### Work to complete
For this exercise, return exactly the lines of the material below that begin at the one with "turns: Array" and stop after the one with "def put(self, index: NDArray[np.intp], other: State)".

________________

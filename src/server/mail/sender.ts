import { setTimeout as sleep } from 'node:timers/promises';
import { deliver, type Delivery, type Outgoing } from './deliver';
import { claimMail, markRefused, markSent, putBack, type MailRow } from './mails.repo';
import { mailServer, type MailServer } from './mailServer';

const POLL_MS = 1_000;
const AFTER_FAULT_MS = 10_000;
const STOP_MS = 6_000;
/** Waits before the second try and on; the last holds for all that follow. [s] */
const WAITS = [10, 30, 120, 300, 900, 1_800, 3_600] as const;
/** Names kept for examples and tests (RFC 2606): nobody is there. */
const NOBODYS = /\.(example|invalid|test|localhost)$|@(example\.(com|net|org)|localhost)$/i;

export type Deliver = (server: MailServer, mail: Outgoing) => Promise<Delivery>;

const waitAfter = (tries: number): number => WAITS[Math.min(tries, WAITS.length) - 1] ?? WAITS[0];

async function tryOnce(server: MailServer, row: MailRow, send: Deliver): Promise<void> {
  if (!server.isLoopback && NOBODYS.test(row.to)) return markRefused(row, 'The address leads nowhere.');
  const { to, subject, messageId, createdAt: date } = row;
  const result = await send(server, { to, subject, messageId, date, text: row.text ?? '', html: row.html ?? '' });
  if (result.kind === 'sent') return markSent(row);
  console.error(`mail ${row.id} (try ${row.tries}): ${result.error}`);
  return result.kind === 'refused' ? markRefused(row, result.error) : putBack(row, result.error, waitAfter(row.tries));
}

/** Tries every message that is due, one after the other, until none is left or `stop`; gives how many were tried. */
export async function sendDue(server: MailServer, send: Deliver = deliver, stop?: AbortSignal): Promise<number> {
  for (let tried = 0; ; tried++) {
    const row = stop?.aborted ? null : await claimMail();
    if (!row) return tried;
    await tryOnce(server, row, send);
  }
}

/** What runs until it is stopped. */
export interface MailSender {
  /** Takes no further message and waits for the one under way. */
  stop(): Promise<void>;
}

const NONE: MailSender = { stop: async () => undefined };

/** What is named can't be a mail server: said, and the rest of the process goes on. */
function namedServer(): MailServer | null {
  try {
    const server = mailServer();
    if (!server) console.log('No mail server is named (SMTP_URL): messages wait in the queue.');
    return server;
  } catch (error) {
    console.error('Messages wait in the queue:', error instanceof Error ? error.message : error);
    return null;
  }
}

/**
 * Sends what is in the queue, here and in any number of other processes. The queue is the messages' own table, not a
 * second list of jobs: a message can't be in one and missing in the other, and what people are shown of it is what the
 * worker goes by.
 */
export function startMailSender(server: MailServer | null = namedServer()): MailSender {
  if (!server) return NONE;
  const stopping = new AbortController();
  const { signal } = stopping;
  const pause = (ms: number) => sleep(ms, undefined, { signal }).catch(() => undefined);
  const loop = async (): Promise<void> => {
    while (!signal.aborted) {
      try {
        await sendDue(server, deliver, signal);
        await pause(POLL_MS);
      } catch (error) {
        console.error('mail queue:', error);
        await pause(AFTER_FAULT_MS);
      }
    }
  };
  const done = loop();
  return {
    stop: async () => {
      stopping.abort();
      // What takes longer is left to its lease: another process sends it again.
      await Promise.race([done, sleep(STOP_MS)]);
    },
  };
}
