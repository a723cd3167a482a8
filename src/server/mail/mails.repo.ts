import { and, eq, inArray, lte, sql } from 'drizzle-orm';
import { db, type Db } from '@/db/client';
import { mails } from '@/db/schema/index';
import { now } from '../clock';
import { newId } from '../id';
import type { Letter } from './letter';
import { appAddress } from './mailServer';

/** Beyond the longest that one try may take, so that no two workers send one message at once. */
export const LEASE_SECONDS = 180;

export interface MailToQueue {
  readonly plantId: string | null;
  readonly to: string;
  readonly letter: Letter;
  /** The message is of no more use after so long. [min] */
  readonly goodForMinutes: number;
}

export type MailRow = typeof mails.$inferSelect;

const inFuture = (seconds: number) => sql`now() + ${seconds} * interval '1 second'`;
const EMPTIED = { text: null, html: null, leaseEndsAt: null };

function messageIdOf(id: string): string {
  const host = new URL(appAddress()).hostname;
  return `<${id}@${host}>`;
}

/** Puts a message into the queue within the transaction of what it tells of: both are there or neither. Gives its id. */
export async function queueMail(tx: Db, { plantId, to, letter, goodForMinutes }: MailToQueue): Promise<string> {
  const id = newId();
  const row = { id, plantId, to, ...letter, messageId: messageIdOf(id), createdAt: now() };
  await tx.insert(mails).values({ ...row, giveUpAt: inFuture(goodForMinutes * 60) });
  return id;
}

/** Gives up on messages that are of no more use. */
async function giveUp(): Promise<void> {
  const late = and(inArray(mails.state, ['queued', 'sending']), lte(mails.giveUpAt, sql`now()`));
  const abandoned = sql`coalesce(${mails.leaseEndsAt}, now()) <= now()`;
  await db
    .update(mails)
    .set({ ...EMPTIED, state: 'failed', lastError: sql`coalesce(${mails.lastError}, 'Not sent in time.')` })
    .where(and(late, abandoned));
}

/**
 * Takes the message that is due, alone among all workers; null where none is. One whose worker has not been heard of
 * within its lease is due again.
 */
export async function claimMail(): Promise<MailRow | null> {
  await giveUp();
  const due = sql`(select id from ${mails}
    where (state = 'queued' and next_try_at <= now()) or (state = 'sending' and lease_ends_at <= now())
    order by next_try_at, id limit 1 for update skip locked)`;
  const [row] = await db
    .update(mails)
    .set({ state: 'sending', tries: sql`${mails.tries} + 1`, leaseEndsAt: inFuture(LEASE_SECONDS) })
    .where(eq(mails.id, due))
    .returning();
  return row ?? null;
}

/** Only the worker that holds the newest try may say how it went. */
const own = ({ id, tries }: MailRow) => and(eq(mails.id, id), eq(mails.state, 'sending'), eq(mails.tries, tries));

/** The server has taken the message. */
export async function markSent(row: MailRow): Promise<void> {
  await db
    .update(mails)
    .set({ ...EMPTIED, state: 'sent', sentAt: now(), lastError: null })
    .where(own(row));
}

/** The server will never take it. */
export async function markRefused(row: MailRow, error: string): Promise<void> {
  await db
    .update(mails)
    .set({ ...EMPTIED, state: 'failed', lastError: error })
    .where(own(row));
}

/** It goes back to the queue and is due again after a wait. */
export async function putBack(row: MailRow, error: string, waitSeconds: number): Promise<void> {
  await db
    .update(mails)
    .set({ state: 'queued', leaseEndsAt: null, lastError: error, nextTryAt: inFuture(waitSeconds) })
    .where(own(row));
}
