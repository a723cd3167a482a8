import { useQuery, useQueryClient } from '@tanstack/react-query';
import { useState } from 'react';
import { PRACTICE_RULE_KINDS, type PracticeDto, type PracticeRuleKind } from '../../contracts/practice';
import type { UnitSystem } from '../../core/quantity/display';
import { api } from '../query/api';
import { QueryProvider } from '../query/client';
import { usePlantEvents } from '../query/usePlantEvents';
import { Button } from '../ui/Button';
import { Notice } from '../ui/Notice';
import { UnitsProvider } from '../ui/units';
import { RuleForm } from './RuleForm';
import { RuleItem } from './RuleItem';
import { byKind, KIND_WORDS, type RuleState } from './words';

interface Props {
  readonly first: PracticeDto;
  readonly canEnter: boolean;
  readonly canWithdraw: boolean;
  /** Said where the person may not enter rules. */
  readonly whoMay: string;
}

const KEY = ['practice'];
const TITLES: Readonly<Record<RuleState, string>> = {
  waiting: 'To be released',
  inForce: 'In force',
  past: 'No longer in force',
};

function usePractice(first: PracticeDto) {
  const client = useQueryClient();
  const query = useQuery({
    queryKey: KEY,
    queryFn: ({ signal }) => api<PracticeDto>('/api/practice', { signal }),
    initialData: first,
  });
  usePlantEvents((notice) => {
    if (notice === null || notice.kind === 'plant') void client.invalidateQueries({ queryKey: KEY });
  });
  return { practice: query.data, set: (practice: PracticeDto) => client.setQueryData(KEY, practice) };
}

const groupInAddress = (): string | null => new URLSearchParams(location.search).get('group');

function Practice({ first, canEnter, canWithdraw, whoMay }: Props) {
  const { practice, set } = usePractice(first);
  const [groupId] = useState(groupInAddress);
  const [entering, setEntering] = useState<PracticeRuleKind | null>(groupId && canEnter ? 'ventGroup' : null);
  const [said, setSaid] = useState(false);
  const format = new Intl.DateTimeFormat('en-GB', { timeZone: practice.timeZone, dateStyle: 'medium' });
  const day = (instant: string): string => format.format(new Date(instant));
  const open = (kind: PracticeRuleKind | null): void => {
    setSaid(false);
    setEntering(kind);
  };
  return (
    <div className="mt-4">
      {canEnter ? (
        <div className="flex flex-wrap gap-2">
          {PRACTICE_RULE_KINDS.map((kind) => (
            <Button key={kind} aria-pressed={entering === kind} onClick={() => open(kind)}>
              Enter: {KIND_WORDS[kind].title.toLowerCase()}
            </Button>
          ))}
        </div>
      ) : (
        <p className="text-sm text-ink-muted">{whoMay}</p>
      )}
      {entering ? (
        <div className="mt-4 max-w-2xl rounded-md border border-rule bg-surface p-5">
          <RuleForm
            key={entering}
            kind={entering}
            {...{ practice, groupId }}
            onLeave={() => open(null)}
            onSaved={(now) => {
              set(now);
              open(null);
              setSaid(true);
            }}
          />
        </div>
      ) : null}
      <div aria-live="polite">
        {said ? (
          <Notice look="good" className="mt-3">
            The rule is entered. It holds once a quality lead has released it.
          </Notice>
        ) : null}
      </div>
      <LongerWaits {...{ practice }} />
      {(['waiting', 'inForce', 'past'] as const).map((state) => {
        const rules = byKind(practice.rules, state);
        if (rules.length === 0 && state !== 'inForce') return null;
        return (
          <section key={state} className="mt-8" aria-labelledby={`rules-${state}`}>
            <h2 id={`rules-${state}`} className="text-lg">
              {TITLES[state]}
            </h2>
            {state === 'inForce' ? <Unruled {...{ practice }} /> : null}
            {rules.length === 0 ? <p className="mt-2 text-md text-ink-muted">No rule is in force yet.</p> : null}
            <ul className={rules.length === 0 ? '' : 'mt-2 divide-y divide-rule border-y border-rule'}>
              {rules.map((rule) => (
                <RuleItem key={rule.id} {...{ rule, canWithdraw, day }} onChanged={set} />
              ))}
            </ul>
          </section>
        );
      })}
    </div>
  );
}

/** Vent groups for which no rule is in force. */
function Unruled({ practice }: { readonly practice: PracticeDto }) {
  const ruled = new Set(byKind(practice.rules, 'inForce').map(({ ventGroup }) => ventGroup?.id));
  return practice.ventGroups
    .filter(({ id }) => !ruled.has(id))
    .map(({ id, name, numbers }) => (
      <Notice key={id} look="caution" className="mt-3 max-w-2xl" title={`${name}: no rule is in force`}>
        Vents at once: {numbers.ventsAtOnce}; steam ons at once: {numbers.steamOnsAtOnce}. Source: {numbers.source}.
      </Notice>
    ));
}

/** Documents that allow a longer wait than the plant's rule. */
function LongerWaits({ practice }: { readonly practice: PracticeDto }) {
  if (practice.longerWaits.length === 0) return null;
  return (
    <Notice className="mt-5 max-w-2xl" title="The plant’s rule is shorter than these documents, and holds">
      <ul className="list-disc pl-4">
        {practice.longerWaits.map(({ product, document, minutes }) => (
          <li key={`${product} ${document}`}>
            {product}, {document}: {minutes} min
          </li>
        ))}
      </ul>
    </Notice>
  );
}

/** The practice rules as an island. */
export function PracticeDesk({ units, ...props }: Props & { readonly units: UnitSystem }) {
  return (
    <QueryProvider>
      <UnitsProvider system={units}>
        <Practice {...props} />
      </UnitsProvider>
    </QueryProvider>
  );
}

________________

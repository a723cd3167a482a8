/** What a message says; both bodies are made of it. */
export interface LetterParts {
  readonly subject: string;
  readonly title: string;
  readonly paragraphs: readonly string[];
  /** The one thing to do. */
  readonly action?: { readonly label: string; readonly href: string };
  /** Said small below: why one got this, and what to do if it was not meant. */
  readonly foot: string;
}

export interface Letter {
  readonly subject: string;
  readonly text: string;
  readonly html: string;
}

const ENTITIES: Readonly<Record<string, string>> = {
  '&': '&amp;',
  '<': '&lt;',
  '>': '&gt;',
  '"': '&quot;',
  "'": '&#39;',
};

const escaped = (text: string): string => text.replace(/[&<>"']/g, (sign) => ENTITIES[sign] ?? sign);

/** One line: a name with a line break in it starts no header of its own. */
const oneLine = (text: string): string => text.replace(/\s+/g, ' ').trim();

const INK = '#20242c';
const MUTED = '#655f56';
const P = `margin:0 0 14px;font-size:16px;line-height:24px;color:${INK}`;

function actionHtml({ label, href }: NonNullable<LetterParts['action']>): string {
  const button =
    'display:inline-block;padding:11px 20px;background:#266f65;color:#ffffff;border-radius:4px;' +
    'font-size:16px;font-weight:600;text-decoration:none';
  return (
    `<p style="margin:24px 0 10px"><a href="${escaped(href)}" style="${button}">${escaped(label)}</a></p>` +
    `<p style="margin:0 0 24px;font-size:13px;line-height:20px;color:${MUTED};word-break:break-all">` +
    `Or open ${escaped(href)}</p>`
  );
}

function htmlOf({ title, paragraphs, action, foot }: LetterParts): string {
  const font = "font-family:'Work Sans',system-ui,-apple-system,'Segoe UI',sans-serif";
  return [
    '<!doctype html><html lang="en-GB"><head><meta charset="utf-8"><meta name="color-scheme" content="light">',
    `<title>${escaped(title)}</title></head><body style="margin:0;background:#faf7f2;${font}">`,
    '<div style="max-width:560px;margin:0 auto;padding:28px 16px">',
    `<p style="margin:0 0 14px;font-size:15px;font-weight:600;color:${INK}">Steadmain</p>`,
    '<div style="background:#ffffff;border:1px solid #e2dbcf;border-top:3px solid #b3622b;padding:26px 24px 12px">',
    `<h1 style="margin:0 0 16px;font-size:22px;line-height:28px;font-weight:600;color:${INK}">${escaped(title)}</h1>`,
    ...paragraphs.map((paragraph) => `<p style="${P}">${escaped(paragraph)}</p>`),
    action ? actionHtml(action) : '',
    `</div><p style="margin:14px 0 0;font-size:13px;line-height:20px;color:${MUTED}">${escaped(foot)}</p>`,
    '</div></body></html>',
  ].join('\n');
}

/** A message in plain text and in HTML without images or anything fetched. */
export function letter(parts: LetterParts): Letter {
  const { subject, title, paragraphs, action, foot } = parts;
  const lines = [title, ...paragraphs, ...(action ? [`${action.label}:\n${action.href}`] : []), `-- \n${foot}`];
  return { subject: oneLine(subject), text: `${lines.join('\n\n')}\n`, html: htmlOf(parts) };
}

________________

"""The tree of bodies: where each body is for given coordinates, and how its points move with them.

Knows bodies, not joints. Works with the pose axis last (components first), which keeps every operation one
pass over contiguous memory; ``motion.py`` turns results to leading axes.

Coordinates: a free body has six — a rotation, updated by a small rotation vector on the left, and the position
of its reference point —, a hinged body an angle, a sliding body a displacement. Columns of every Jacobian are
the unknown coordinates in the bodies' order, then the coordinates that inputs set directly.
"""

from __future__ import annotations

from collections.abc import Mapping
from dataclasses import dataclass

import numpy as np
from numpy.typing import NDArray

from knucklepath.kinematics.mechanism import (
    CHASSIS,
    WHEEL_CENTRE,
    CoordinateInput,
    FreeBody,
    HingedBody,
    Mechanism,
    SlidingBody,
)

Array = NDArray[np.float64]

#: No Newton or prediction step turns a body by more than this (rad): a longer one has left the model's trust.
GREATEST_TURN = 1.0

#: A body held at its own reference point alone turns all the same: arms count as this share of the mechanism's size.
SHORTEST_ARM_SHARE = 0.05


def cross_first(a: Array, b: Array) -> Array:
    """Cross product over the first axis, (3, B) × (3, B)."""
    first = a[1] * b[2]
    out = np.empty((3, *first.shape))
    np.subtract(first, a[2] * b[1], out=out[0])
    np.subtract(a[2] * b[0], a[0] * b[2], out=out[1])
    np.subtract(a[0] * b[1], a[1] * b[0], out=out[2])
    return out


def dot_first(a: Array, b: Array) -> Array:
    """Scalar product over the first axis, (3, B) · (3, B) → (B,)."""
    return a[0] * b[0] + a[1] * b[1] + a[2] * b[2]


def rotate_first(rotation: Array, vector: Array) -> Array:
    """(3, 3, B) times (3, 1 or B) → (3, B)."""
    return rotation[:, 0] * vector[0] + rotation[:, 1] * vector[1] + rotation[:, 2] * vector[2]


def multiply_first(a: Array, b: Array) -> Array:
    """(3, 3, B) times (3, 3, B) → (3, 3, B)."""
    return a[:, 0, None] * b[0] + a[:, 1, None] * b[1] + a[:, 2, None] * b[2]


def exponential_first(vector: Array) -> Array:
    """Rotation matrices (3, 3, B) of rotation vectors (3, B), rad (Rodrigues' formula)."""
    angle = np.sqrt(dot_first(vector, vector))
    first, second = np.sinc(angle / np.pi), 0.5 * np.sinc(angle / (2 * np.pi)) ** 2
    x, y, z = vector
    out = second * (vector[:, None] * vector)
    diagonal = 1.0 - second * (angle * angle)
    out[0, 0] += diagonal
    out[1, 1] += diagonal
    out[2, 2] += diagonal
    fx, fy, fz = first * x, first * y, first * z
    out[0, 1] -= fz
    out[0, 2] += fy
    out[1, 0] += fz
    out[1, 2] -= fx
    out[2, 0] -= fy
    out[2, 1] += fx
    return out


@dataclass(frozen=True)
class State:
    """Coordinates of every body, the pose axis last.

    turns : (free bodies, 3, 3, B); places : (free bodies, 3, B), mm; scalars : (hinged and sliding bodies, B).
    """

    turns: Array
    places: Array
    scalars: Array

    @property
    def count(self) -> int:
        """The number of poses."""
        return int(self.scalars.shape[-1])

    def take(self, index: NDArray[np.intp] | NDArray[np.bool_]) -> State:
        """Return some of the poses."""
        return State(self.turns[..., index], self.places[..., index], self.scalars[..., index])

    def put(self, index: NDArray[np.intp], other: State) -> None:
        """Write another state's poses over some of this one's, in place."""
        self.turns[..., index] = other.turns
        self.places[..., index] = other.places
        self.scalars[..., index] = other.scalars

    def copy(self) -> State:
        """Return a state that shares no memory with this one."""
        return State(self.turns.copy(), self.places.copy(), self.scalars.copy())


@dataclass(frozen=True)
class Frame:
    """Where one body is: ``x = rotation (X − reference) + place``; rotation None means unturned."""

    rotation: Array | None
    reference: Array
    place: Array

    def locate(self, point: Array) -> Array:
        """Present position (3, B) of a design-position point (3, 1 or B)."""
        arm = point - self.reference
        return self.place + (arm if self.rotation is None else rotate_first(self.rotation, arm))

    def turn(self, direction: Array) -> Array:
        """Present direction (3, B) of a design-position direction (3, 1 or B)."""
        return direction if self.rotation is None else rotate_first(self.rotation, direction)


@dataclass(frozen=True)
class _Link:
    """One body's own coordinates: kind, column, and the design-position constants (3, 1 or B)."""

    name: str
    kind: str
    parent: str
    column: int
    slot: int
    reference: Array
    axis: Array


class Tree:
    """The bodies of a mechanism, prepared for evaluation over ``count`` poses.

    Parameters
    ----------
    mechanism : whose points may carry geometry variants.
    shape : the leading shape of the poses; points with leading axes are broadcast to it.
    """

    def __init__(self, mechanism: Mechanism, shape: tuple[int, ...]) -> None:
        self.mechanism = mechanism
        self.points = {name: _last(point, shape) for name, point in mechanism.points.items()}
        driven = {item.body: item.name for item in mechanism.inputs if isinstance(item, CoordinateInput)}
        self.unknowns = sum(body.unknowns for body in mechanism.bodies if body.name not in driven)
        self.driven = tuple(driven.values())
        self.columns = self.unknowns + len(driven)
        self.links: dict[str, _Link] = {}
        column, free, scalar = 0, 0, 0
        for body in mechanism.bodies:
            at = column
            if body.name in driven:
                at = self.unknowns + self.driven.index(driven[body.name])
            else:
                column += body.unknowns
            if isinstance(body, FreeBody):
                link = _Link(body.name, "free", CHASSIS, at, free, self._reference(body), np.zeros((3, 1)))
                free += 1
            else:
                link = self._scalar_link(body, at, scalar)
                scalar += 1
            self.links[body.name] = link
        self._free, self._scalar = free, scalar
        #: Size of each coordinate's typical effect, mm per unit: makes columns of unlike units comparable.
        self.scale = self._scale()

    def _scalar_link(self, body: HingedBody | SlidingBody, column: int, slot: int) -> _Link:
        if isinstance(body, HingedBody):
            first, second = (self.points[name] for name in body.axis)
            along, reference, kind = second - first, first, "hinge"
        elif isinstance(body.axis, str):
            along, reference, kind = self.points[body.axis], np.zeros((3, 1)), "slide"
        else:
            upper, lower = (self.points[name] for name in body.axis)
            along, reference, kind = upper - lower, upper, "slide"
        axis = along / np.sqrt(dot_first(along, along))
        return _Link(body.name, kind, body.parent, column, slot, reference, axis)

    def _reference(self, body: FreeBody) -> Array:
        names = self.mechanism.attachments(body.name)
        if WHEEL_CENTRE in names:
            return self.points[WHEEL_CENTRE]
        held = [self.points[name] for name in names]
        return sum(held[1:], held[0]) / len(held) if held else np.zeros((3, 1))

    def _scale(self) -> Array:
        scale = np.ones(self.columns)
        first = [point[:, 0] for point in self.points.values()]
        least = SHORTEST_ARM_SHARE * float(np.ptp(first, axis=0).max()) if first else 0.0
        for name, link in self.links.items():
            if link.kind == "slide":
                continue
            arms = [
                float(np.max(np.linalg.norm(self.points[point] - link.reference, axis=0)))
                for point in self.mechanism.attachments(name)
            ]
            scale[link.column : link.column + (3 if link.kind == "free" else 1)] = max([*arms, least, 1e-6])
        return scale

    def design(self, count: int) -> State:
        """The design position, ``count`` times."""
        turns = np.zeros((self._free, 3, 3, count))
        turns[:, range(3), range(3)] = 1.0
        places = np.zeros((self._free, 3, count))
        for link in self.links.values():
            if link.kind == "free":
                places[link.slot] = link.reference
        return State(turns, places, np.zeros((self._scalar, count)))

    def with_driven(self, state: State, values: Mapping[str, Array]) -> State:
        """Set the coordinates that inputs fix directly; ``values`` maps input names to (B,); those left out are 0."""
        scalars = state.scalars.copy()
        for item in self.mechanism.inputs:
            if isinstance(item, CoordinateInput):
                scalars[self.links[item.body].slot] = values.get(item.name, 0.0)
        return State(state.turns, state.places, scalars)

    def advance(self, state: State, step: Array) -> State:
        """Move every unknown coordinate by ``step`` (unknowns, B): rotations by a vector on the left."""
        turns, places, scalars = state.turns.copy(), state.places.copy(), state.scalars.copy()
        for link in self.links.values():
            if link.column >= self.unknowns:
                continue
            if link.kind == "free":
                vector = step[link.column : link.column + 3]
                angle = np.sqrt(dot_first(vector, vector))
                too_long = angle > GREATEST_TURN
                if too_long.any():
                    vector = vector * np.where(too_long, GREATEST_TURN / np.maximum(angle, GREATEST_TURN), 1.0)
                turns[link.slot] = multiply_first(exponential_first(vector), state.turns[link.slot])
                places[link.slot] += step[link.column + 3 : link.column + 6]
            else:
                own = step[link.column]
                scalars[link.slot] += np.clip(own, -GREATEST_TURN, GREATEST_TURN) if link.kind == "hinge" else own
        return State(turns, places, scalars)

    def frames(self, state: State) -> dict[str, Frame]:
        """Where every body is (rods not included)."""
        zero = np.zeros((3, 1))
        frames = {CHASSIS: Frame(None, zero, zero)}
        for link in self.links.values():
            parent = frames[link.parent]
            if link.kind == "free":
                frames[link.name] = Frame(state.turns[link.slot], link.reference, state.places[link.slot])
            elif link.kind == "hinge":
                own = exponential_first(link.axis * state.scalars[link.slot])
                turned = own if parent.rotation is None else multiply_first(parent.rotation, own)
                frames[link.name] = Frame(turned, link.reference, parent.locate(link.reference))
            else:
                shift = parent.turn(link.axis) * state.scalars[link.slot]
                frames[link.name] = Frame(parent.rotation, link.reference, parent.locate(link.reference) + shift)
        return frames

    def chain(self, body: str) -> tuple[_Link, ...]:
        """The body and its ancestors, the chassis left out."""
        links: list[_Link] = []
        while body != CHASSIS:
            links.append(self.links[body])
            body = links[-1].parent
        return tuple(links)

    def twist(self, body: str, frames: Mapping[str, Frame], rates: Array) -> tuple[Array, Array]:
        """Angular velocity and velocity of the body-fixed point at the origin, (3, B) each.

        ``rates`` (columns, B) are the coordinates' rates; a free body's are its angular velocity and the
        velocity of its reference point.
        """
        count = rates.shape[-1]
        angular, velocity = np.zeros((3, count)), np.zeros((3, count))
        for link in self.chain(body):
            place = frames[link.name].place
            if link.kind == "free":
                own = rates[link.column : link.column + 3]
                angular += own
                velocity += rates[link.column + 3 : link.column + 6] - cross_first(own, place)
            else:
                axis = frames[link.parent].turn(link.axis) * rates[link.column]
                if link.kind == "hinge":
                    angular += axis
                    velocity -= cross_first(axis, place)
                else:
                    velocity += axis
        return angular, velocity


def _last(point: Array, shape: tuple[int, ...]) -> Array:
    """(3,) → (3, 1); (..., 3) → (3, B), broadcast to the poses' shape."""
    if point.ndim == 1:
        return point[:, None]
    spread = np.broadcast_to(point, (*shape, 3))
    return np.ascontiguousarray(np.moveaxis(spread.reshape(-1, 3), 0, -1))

________________

### Solution for this exercise
    turns: Array
    places: Array
    scalars: Array

    @property
    def count(self) -> int:
        """The number of poses."""
        return int(self.scalars.shape[-1])

    def take(self, index: NDArray[np.intp] | NDArray[np.bool_]) -> State:
        """Return some of the poses."""
        return State(self.turns[..., index], self.places[..., index], self.scalars[..., index])

    def put(self, index: NDArray[np.intp], other: State) -> None:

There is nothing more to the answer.